SUPPLIED ENTRIES Start Marker

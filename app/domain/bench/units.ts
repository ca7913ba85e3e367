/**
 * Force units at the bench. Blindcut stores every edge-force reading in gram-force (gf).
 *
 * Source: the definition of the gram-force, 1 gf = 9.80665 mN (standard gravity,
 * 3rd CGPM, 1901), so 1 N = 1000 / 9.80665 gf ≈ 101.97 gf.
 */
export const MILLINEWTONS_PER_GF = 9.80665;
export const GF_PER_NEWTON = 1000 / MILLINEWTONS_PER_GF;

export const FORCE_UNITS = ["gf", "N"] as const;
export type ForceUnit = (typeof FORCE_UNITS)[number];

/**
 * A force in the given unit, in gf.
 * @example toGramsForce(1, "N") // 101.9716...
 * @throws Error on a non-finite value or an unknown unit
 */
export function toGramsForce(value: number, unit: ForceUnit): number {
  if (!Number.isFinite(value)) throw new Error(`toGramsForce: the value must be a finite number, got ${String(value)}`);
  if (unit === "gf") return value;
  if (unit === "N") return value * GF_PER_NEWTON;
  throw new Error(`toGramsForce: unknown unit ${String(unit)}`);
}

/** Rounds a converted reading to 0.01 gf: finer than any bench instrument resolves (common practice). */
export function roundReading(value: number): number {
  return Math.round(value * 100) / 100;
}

SUPPLIED ENTRIES End Marker
SUPPLIED ENTRIES Start Marker

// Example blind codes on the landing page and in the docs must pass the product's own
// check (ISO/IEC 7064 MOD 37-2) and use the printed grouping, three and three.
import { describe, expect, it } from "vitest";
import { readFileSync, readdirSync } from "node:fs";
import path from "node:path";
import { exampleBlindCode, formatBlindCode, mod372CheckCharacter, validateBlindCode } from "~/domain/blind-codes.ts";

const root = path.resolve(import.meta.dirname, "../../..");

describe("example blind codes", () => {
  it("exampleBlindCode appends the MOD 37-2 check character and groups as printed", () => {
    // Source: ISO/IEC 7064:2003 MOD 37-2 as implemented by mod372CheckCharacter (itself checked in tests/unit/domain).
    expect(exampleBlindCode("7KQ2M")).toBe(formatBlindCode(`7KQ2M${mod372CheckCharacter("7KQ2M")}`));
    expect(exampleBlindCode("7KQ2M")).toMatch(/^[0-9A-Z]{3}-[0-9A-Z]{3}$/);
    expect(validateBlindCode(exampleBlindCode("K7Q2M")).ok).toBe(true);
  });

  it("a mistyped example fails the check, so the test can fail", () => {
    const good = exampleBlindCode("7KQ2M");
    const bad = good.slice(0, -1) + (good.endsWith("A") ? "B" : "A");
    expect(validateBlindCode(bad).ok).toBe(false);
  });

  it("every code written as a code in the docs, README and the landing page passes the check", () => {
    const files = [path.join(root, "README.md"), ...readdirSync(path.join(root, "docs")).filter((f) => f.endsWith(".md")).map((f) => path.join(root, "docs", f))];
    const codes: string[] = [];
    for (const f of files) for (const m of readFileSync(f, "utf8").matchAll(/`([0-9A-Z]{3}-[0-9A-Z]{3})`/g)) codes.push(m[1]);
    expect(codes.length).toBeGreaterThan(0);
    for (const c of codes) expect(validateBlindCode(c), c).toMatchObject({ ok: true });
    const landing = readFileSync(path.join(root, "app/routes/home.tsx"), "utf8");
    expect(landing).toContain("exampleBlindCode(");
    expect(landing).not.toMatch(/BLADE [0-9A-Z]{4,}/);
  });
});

SUPPLIED ENTRIES End Marker

YOUR GOAL
Wherever the word "toGramsForce" occurs in the data above, copy the line it sits in.

WRITTEN RESPONSE
 * @example toGramsForce(1, "N") // 101.9716...
export function toGramsForce(value: number, unit: ForceUnit): number {
  if (!Number.isFinite(value)) throw new Error(`toGramsForce: the value must be a finite number, got ${String(value)}`);
  throw new Error(`toGramsForce: unknown unit ${String(unit)}`);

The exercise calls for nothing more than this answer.